EXERCISE DATA:

// The typed procedure every later stage works on: identity, safety content and the step sequence.
import type { PathKey } from '../parse/read-source.ts';
import type { Root } from 'mdast';
import type { hazardLevels, kinds, statuses } from './schema.ts';
import type { RegisterEntry } from './register.ts';

export type Kind = (typeof kinds)[number];
export type Status = (typeof statuses)[number];
export type HazardLevel = (typeof hazardLevels)[number];

/** A value from the front-matter with the YAML path where it was written. */
export interface Located<T> {
  value: T;
  path: PathKey[];
}

export interface Approval {
  role: string;
  name: string;
  date: string;
  meaning: string;
  path: PathKey[];
}

/** Where a declaration came from when the plant register supplied it rather than the procedure itself. */
export interface FromRegister {
  /** The register entry's id (a signal, a safety function or a relief device). */
  id: string;
  file: string;
  path: PathKey[];
}

export interface Signal {
  /** Set when the plant register supplied this declaration. */
  from?: FromRegister;
  name: string;
  text: string;
  unit?: string;
  range?: [number, number];
  values?: Array<string | number | boolean>;
  path: PathKey[];
}

export interface Limit {
  from?: FromRegister;
  signal: string;
  low?: Located<string>;
  high?: Located<string>;
  consequence?: string;
  correction?: string;
  path: PathKey[];
}

export interface Interlock {
  from?: FromRegister;
  tag: string;
  tripsWhen: Located<string>;
  action: string;
  /** True when the trip stays in force until a step resets it. */
  latches: boolean;
  /** Outputs the trip forces while in force. */
  holds: StateEntry[];
  /**
   * Outputs a plant-register function forces (its `closes`, `opens`, `stops`, and those of the function it
   * `starts`) that could not be taken as held outputs of this procedure, and why; `via` names the started function.
   */
  unheld?: UnheldOutput[];
  /** The plant-register function whose latch this trip shares (the function it `starts`, when that latches). */
  latchesThrough?: string;
  path: PathKey[];
}

/** An output a register safety function forces that is not mapped onto an enumerated signal of the procedure. */
export interface UnheldOutput {
  signal: string;
  /** The state the register gives it: closed, open or stopped. */
  state: string;
  why: 'not-declared' | 'no-values' | 'no-matching-value';
  via?: string;
}

/** A signal and the value a step, trip or line-up gives it. */
export interface StateEntry {
  signal: string;
  value: string;
  path: PathKey[];
}

/**
 * A lasting action (the action qualifiers of IEC 61131-3 SFC, in our own words): `stored` lasts until another
 * step changes it (S, and R when it puts the signal back); `step` only while the step is active (N);
 * `limited` at most `duration` and never past the step (L); `delayed` takes effect after `duration`, then
 * lasts like `stored` (SD) or only while the step is active when `whileActive` (D).
 */
export interface StateAction extends StateEntry {
  lasts: 'stored' | 'step' | 'limited' | 'delayed';
  duration?: Located<string>;
  whileActive?: boolean;
}

export interface Hazard {
  level: HazardLevel;
  hazard: string;
  consequence?: string;
  avoid?: string;
  at: Located<string>[];
  /** When the hazard is present, as a condition over the signals. */
  when?: Located<string>;
  path: PathKey[];
}

export interface Setpoint {
  signal: string;
  quantity: string;
  path: PathKey[];
}

export interface Step {
  kind: 'step';
  id: string;
  actions: string[];
  phase?: string;
  set: Setpoint[];
  /** A hold test's acceptance criterion (`max-drop`): the most each signal may fall during the step. */
  maxDrop?: Setpoint[];
  params: Array<{ name: string; value: string | number | boolean; path: PathKey[] }>;
  until?: Located<string>;
  confirm?: Located<string>;
  expect?: Located<string>;
  signOff?: string;
  note?: string;
  /** Rules waived on this step, each with its written reason. */
  waivers?: Waiver[];
  /** Lasting actions: states the step puts equipment in. */
  state?: StateAction[];
  /** A condition the step relies on. */
  needs?: Located<string>;
  /** Interlocks the step trips on purpose, and latched interlocks it resets. */
  trips?: Located<string>[];
  resets?: Located<string>[];
  performer?: string;
  verify?: { kind: 'independent' | 'peer-check' | 'second-person' | string; role: string; path: PathKey[] };
  timeLimit?: { max: Located<string>; then: string; goto?: Located<string>; path: PathKey[] };
  /** What to do when the expected result does not come: actions, a jump, or both. */
  ifNot?: { actions: string[]; goto?: Located<string>; path: PathKey[] };
  path: PathKey[];
  /** Extra keys added beyond the core contract, kept as written for later stages. */
  extra: Record<string, unknown>;
}

export interface Waiver {
  rule: string;
  reason?: string;
  path: PathKey[];
}

export interface ParallelBranch {
  name: string;
  items: SequenceItem[];
  path: PathKey[];
}

export interface ParallelBlock {
  kind: 'parallel';
  branches: ParallelBranch[];
  path: PathKey[];
}

export interface ChooseBranch {
  when?: Located<string>;
  otherwise: boolean;
  items?: SequenceItem[];
  goto?: Located<string>;
  path: PathKey[];
  /** Extra keys added beyond the core contract (e.g. loop counts). */
  extra: Record<string, unknown>;
}

export interface ChooseBlock {
  kind: 'choose';
  branches: ChooseBranch[];
  path: PathKey[];
}

export type SequenceItem = Step | ParallelBlock | ChooseBlock;

/** An annual certification that the procedure is current and accurate (separate from revision approvals). */
export interface Certification {
  name: string;
  role: string;
  date: string;
  path: PathKey[];
}

/** A register entry the procedure uses: named under `uses`, or named in a condition, setpoint or equipment list. */
export interface RegisterUse {
  id: string;
  /** Where the procedure names it: the `uses` item, or the first place it is mentioned. */
  path: PathKey[];
  explicit: boolean;
  entry?: RegisterEntry;
}

export interface Procedure {
  file: string;
  id: string;
  title: string;
  kind: Kind | string;
  revision: number;
  status: Status | string;
  effective?: string;
  reviewBy?: string;
  owner?: string;
  author?: string;
  change?: string;
  approvals: Approval[];
  equipment: string[];
  ppe: string[];
  signals: Record<string, Signal>;
  limits: Limit[];
  interlocks: Interlock[];
  hazards: Hazard[];
  /** Emergency shutdown: the conditions that require it (`conditions-requiring`). */
  shutdownConditions: string[];
  /** Emergency shutdown: who initiates it and who is in charge. */
  responsible?: string;
  /** Conditions that must hold before the first step (the line-up). */
  lineUp: Located<string>[];
  /** Procedures that must have been completed first. */
  requires: Located<string>[];
  steps: SequenceItem[];
  /** Register ids listed under `uses`, as written. */
  uses: Located<string>[];
  /** Annual certifications (`certifications`), oldest first as written. */
  certifications: Certification[];
  /** Temporary procedures: the last day the procedure may be used (`expires`). */
  expires?: string;
  /** Temporary procedures: ids of the procedures this one modifies while in force (`modifies`). */
  modifies: Located<string>[];
  /** Filled when the procedure was read against a plant register: every entry it uses. */
  registerUses?: RegisterUse[];
  /** Step parameter names that set a register signal (the register signal's `params`), by parameter name. */
  paramSignals?: Record<string, string>;
  body: Root;
  bodyText: string;
  /** The front-matter as plain data, for diffs and exports. */
  data: Record<string, unknown>;
}
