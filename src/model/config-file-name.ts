// The configuration file's name, on its own so that the command line's help can name it without loading the
// configuration reader.
export const configFileName = 'stepwright.config.yaml';
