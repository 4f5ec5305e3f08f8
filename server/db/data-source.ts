import 'reflect-metadata';
import { DataSource } from 'typeorm';
import { guardConnection } from './connection-guard';
import { isPostgresAddress } from './driver';
import { entities } from './entities/index';
import { migrations } from './migrations/index';
import { portableColumnTypes, runMigrationsLocked } from './postgres';

/**
 * The database through TypeORM: SQLite on better-sqlite3 (a file path; the embedded default) or
 * PostgreSQL through `pg` (a `postgres://` URL, DATABASE_URL). The same entities and the same
 * migrations on both (postgres.ts and migrations/portable.ts say what differs). Schema only
 * through migrations (`synchronize: false`).
 *
 * SQLite: WAL journal, foreign keys on, a busy timeout.
 */
export function createDataSource(address: string): DataSource {
  if (isPostgresAddress(address)) {
    const dataSource = new DataSource({
      type: 'postgres',
      url: address,
      entities,
      migrations,
      migrationsTableName: 'migrations',
      synchronize: false,
      logging: false,
      applicationName: 'scorecourt',
      extra: { max: 10 },
    });
    portableColumnTypes(dataSource);
    return dataSource;
  }
  return new DataSource({
    type: 'better-sqlite3',
    database: address,
    entities,
    migrations,
    migrationsTableName: 'migrations',
    synchronize: false,
    enableWAL: true,
    timeout: 5000,
    prepareDatabase: (db: { pragma(source: string): unknown }) => {
      db.pragma('busy_timeout = 5000');
      db.pragma('synchronous = NORMAL');
    },
    logging: false,
  });
}

/**
 * Opens the database and brings its schema up to date. On PostgreSQL several instances may start
 * at once: the migrations run under an advisory lock, by one instance at a time (the others then
 * find nothing left to run).
 */
export async function openDatabase(address: string): Promise<DataSource> {
  const dataSource = createDataSource(address);
  await dataSource.initialize();
  if (dataSource.options.type === 'postgres') {
    await runMigrationsLocked(dataSource);
    return dataSource;
  }
  guardConnection(dataSource);
  await dataSource.runMigrations({ transaction: 'each' });
  return dataSource;
}
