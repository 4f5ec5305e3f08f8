import type { DataSource } from 'typeorm';
import { storageFailureKind, type StorageFailureKind } from './storage-errors';

/**
 * Whether the database takes writes. A storage failure (disk full, I/O error) marks the data
 * source unwritable. Small writes may still fit where large ones fail, so an ordinary successful
 * commit does not clear the mark: /api/health clears it only once a quiet period has passed
 * without a failure and its own test write succeeds (http/health.ts).
 */

export interface WriteHealth {
  writable: boolean;
  /** The last storage failure, while unwritable; `at` is performance.now(). */
  failure: { kind: StorageFailureKind; code: string; at: number } | null;
}

const states = new WeakMap<DataSource, WriteHealth>();

function state(dataSource: DataSource): WriteHealth {
  let found = states.get(dataSource);
  if (!found) {
    found = { writable: true, failure: null };
    states.set(dataSource, found);
  }
  return found;
}

/** Records `error` if it is a storage failure; returns its kind (null: not a storage failure). */
export function noteWriteFailure(dataSource: DataSource, error: unknown): StorageFailureKind | null {
  const kind = storageFailureKind(error);
  if (kind === null) return null;
  const current = state(dataSource);
  const code = String((error as { code?: unknown }).code ?? (error as { driverError?: { code?: unknown } }).driverError?.code ?? kind);
  current.writable = false;
  // Monotonic time: the clock module's now() is for stored timestamps, this is only an age.
  current.failure = { kind, code, at: performance.now() };
  return kind;
}

/** A write went through after the quiet period (health's test write): writable again. */
export function noteWritable(dataSource: DataSource): void {
  const current = state(dataSource);
  current.writable = true;
  current.failure = null;
}

export function writeHealth(dataSource: DataSource): Readonly<WriteHealth> {
  return state(dataSource);
}
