describe('exports', () => {
  it('bands.csv holds both band tables, numbers as numbers, with a safe file name', async () => {
    const response = await modeler.get(`/api/comparisons/${comparisonId}/export/bands.csv`);
    expect(response.status).toBe(200);
    expect(response.headers['content-type']).toMatch(/^text\/csv/);
    expect(response.headers['content-disposition']).toBe(`attachment; filename="comparison-${comparisonId}-tallowmere-quoted-risky-name-bands.csv"`);
    const rows = parseCsv(response.text);
    expect(rows[0]).toEqual(['model', 'band', 'score_min', 'score_max', 'accounts', 'goods', 'bads', 'bad_rate', 'cum_bad_share', 'cum_good_share', 'ks', 'odds']);
    const body = rows.slice(1);
    expect(body).toHaveLength(report.bands.champion.rows.length + report.bands.challenger.rows.length);
    const first = report.bands.champion.rows[0];
    expect(body[0]).toEqual(['champion', String(first.band), String(first.scoreMin), String(first.scoreMax), String(first.count), String(first.goods), String(first.bads), String(first.badRate), String(first.cumBadShare), String(first.cumGoodShare), String(first.ks), first.odds === null ? '' : String(first.odds)]);
    for (const row of body) for (const cell of row) expect(Number.isNaN(Number(cell)) ? !FORMULA.test(cell) : true).toBe(true);
  });

  it('report.json is the report, as a download', async () => {
    const response = await modeler.get(`/api/comparisons/${comparisonId}/export/report.json`);
    expect(response.status).toBe(200);
    expect(response.headers['content-disposition']).toMatch(/^attachment; filename="comparison-\d+-[a-z0-9-]+-report\.json"$/);
    expect(JSON.parse(response.text)).toEqual(report);
  });

  it('swap.csv lists exactly the swap-in and swap-out accounts (policy role only)', async () => {
    expect((await modeler.get(`/api/comparisons/${comparisonId}/export/swap.csv`)).status).toBe(403);
    const response = await policy.get(`/api/comparisons/${comparisonId}/export/swap.csv?approvalRate=0.7`);
    expect(response.status).toBe(200);
    const rows = parseCsv(response.text);
    expect(rows[0]).toEqual(['set', 'account', 'id', 'champion_score', 'challenger_score', 'outcome', 'amount', 'product', 'channel']);
    const body = rows.slice(1);
    const swapIn = body.filter((row) => row[0] === 'swap-in');
    const swapOut = body.filter((row) => row[0] === 'swap-out');
    expect(swapIn).toHaveLength(report.swap.swapIn.count);
    expect(swapOut).toHaveLength(report.swap.swapOut.count);
    // Each account's segment values: counted per value, they are the report's swap sets by segment.
    for (const [index, column] of [[7, 'product'], [8, 'channel']] as const) {
      for (const row of report.swap.bySegment.filter((segmentRow) => segmentRow.column === column)) {
        expect(swapIn.filter((line) => line[index] === row.value), `${column} = ${row.value}`).toHaveLength(row.swapIn.count);
        expect(swapOut.filter((line) => line[index] === row.value), `${column} = ${row.value}`).toHaveLength(row.swapOut.count);
      }
    }
    expect(swapIn.filter((row) => row[5] === 'bad')).toHaveLength(report.swap.swapIn.bads);
    expect(swapOut.reduce((sum, row) => sum + Number(row[6]), 0)).toBeCloseTo(report.swap.swapOut.amount!, 6);
    // Swap-in: the champion declines (below its cut-off), the challenger accepts (at or above its own).
    for (const row of swapIn) {
      expect(Number(row[3])).toBeLessThan(report.swap.champion.cutoff);
      expect(Number(row[4])).toBeGreaterThanOrEqual(report.swap.challenger.cutoff);
    }
    expect(swapIn[0][2]).toMatch(/^TCC-25-\d{6}$/);
    // Without parameters: the report's own basis.
    const byDefault = await policy.get(`/api/comparisons/${comparisonId}/export/swap.csv`);
    expect(byDefault.text).toBe(response.text);
    expect((await policy.get(`/api/comparisons/${comparisonId}/export/swap.csv?championCutoff=600`)).status).toBe(400);
    expect((await policy.get(`/api/comparisons/${comparisonId}/export/swap.csv?approvalRate=abc`)).status).toBe(400);
  });

  it('escapes every text cell that a spreadsheet would run as a formula, and keeps negative numbers numbers', async () => {
    // Account ids and a segment crafted as formulas; scores negative (higher = safer, all below 0).
    const ids = ['=HYPERLINK("http://x.test","y")', '+1+1', '-2+3', '@SUM(A1:A9)', '\tTAB', '\rCR', 'plain', '=1,2', "'quoted"];
    const lines = ['id,segment,bad,champion,challenger'];
    for (let i = 0; i < 400; i++) {
      const bad = i % 4 === 0 ? 1 : 0;
      const champion = -(i % 37) - (bad ? 5 : 0);
      const challenger = -(i % 41) - (bad ? 9 : 0) - 0.5;
      const id = ids[i % ids.length].replace(/"/g, '""');
      lines.push(`"${id}-${i}",${i % 2 ? '=cmd|x' : 'web'},${bad},${champion},${challenger}`);
    }
    const upload = await uploadFile(modeler, lines.join('\n') + '\n', 'formulas.csv');
    expect(upload.status, JSON.stringify(upload.body)).toBe(201);
    const mapping: ColumnMapping = { outcome: 'bad', badValue: '1', champion: 'champion', challenger: 'challenger', higherIs: { champion: 'safer', challenger: 'safer' }, id: 'id', segments: ['segment'] };
    const { id } = await analysed(upload.body.id, { bootstrap: 0, approvalRate: 0.5 }, mapping, '=SUM(A1) +cmd');

    const swap = await policy.get(`/api/comparisons/${id}/export/swap.csv`);
    expect(swap.status).toBe(200);
    expect(swap.headers['content-disposition']).toBe(`attachment; filename="comparison-${id}-sum-a1-cmd-swap.csv"`);
    const rows = parseCsv(swap.text).slice(1);
    expect(rows.length).toBeGreaterThan(10);
    let escaped = 0;
    let negative = 0;
    for (const row of rows) {
      for (const cell of row) {
        // A cell starting with a formula character is allowed only when it is a plain number.
        if (FORMULA.test(cell)) {
          expect(cell, `unescaped cell ${JSON.stringify(cell)}`).toMatch(/^-\d+(\.\d+)?(e-?\d+)?$/);
          negative++;
        }
      }
      const original = row[2].replace(/^'/, '');
      if (FORMULA.test(original)) {
        expect(row[2]).toBe(`'${original}`);
        escaped++;
      }
    }
    expect(escaped).toBeGreaterThan(0);
    expect(negative).toBeGreaterThan(0);
    // An id that starts with an apostrophe is not a formula and is left as it is.
    for (const row of rows) if (row[2].includes('quoted')) expect(row[2]).toMatch(/^'quoted-\d+$/);

    const bands = parseCsv((await modeler.get(`/api/comparisons/${id}/export/bands.csv`)).text).slice(1);
    for (const row of bands) for (const cell of row) if (FORMULA.test(cell)) expect(cell).toMatch(/^-\d+(\.\d+)?(e-?\d+)?$/);
  });
});
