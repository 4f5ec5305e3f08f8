import { AsyncLocalStorage } from 'node:async_hooks';
import type { DataSource, EntityManager } from 'typeorm';
import { connectionIsClean, rawConnection } from './connection-guard';
import { isPostgres } from './driver';
import { advisoryLocks } from './postgres';
import { noteWriteFailure } from './write-health';

/**
 * Writes to the database go through here.
 *
 * TypeORM's better-sqlite3 driver has one connection and one shared query runner, so two
 * transactions that overlap in time (an `await` on something slow inside one of them) would nest
 * into each other, and a plain write made meanwhile would join the open transaction. Every write
 * therefore waits its turn on one queue per data source. A call made while already inside
 * `inTransaction` joins the outer transaction instead of waiting for itself.
 *
 * Keep transactions short: no password hashing, network or file I/O inside them.
 *
 * After every unit of work in the queue the connection is verified to be inside no transaction
 * (connection-guard.ts keeps TypeORM's runner honest after a failed COMMIT). A unit that leaves one
 * open is rolled back and refused, so the next unit never joins a transaction that will not commit.
 *
 * On PostgreSQL each transaction has a connection of its own from the pool, and several server
 * instances and worker processes write to the same database. The code was written for SQLite's one
 * writer (the audit chain reads the last hash and appends the next one; claiming a run reads the
 * oldest queued one and marks it; four-eyes checks read then write), so the writes of every
 * process keep one order there too: each unit first takes the `writes` advisory lock
 * (postgres.ts) — a transaction with `pg_advisory_xact_lock` (released at its COMMIT or ROLLBACK),
 * a `withWriteLock` unit with a session lock on a connection held for it (its writes autocommit on
 * other connections, as on SQLite). Reads take no lock and see what is committed. The queue
 * in this process stays, so one process never holds more than one pool connection waiting for the
 * lock. A transaction opened inside a `withWriteLock` unit runs under the lock that unit holds.
 */

/**
 * A data source's write lock: the queue of its units and the unit running now. It is kept on the
 * data source object itself (the one openDatabase made, which the app's context holds), not in
 * this module: it lives and ends with the connection it guards, and every copy of this module
 * (each bundled entry point, a test loading the sources) finds the same lock, so two copies can
 * never write at once or miss that a unit is already inside one.
 */
interface WriteLock {
  tail: Promise<unknown>;
  current: AsyncLocalStorage<{ manager: EntityManager | null }>;
}

const lockKey = Symbol.for('scorecourt.writeLock');

function writeLockOf(dataSource: DataSource): WriteLock {
  const holder = dataSource as DataSource & { [lockKey]?: WriteLock };
  let lock = holder[lockKey];
  if (!lock) {
    lock = { tail: Promise.resolve(), current: new AsyncLocalStorage() };
    Object.defineProperty(holder, lockKey, { value: lock, enumerable: false });
  }
  return lock;
}

/**
 * Rolls back a transaction a unit left open behind TypeORM's back (the runner believes in none, the
 * connection is in one); true if one was. A transaction TypeORM knows of is left to its owner.
 */
function leftOpen(dataSource: DataSource): boolean {
  if (isPostgres(dataSource)) return false;
  if (!dataSource.isInitialized || connectionIsClean(dataSource)) return false;
  const runner = dataSource.createQueryRunner();
  if (runner.isTransactionActive) return false;
  rawConnection(dataSource).exec('ROLLBACK');
  return true;
}

async function checked<T>(dataSource: DataSource, work: () => Promise<T>): Promise<T> {
  let result: T;
  try {
    result = await work();
  } catch (error) {
    // SQLite's failures are noted by the connection guard; PostgreSQL's here (disk full, I/O error).
    if (isPostgres(dataSource)) noteWriteFailure(dataSource, error);
    else leftOpen(dataSource);
    throw error;
  }
  if (leftOpen(dataSource)) throw new Error('A unit of work left the database connection inside a transaction; it was rolled back and nothing of it was stored.');
  return result;
}

function enqueue<T>(dataSource: DataSource, unit: () => Promise<T>): Promise<T> {
  const lock = writeLockOf(dataSource);
  const work = () => checked(dataSource, unit);
  const run = lock.tail.then(work, work);
  lock.tail = run.then(
    () => undefined,
    () => undefined,
  );
  return run;
}

/** Runs `work` in one transaction: all of it is stored, or none of it. */
export function inTransaction<T>(dataSource: DataSource, work: (manager: EntityManager) => Promise<T>): Promise<T> {
  const { current } = writeLockOf(dataSource);
  const outer = current.getStore();
  if (outer) {
    if (outer.manager) return work(outer.manager);
    // Inside a withWriteLock unit: on PostgreSQL that unit already holds the writes lock.
    return dataSource.transaction((manager) => current.run({ manager }, () => work(manager)));
  }
  const locked = isPostgres(dataSource);
  return enqueue(dataSource, () =>
    dataSource.transaction(async (manager) => {
      if (locked) await manager.query('SELECT pg_advisory_xact_lock($1)', [advisoryLocks.writes]);
      return current.run({ manager }, () => work(manager));
    }),
  );
}

/** Runs a single write (or a few that need no atomicity) in turn with the transactions. */
export function withWriteLock<T>(dataSource: DataSource, work: () => Promise<T>): Promise<T> {
  const { current } = writeLockOf(dataSource);
  if (current.getStore()) return work();
  if (!isPostgres(dataSource)) return enqueue(dataSource, () => current.run({ manager: null }, work));
  return enqueue(dataSource, async () => {
    const holder = dataSource.createQueryRunner();
    await holder.connect();
    try {
      await holder.query('SELECT pg_advisory_lock($1)', [advisoryLocks.writes]);
      try {
        return await current.run({ manager: null }, work);
      } finally {
        await holder.query('SELECT pg_advisory_unlock($1)', [advisoryLocks.writes]);
      }
    } finally {
      await holder.release();
    }
  });
}

/** True inside a unit of work (`inTransaction` or `withWriteLock`) on this data source. */
export function insideUnitOfWork(dataSource: DataSource): boolean {
  return writeLockOf(dataSource).current.getStore() !== undefined;
}
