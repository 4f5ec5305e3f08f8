import type { Worker } from 'node:worker_threads';
import type { DataSource } from 'typeorm';
import type { Logger } from '../log';
import { startWorker } from '../runtime';

/**
 * WAL checkpoints off the request thread. SQLite normally checkpoints at the end of the commit that
 * takes the WAL past 1000 pages: on our single connection that is a synchronous copy of the WAL
 * into the database file (and an fsync) on the thread that answers requests — a few hundred
 * milliseconds after a large write such as a holdout's columns. With the checkpointer running, the
 * connection's automatic checkpoints are off (`wal_autocheckpoint = 0`) and a worker thread with
 * its own connection runs a passive checkpoint every second (jobs/checkpoint-worker.ts). If that
 * worker stops, automatic checkpoints come back on. Not for a database in memory.
 */
export class WalCheckpointer {
  private worker: Worker | null = null;

  constructor(
    private readonly dataSource: DataSource,
    private readonly databasePath: string,
    private readonly log: Logger,
    private readonly everyMs = 1000,
  ) {}

  async start(): Promise<void> {
    if (this.worker || this.databasePath === ':memory:') return;
    const worker = startWorker('server/jobs/checkpoint-worker', { workerData: { databasePath: this.databasePath, everyMs: this.everyMs } });
    this.worker = worker;
    worker.on('message', (message: { error?: string }) => {
      if (message.error) this.log.warn(`WAL checkpoint: ${message.error}`);
    });
    worker.on('error', (error) => this.log.error('the WAL checkpointer failed', error));
    worker.once('exit', () => {
      if (this.worker !== worker) return;
      this.worker = null;
      // Back to SQLite's own checkpoints, so the WAL cannot grow without bound.
      if (this.dataSource.isInitialized) void this.dataSource.query('PRAGMA wal_autocheckpoint = 1000').catch(() => undefined);
    });
    await this.dataSource.query('PRAGMA wal_autocheckpoint = 0');
  }

  async stop(): Promise<void> {
    const worker = this.worker;
    if (!worker) return;
    this.worker = null;
    const exited = new Promise<void>((resolve) => worker.once('exit', () => resolve()));
    worker.postMessage('stop');
    const timeout = setTimeout(() => void worker.terminate(), 5000);
    await exited;
    clearTimeout(timeout);
    if (this.dataSource.isInitialized) await this.dataSource.query('PRAGMA wal_autocheckpoint = 1000');
  }
}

REQUIRED WORK:
Set down only the lines from the line with "if (this.dataSource.isInitialized) await" through the last line of the data above, keeping both the first and the last.

EXPECTED OUTPUT:
    if (this.dataSource.isInitialized) await this.dataSource.query('PRAGMA wal_autocheckpoint = 1000');
  }
}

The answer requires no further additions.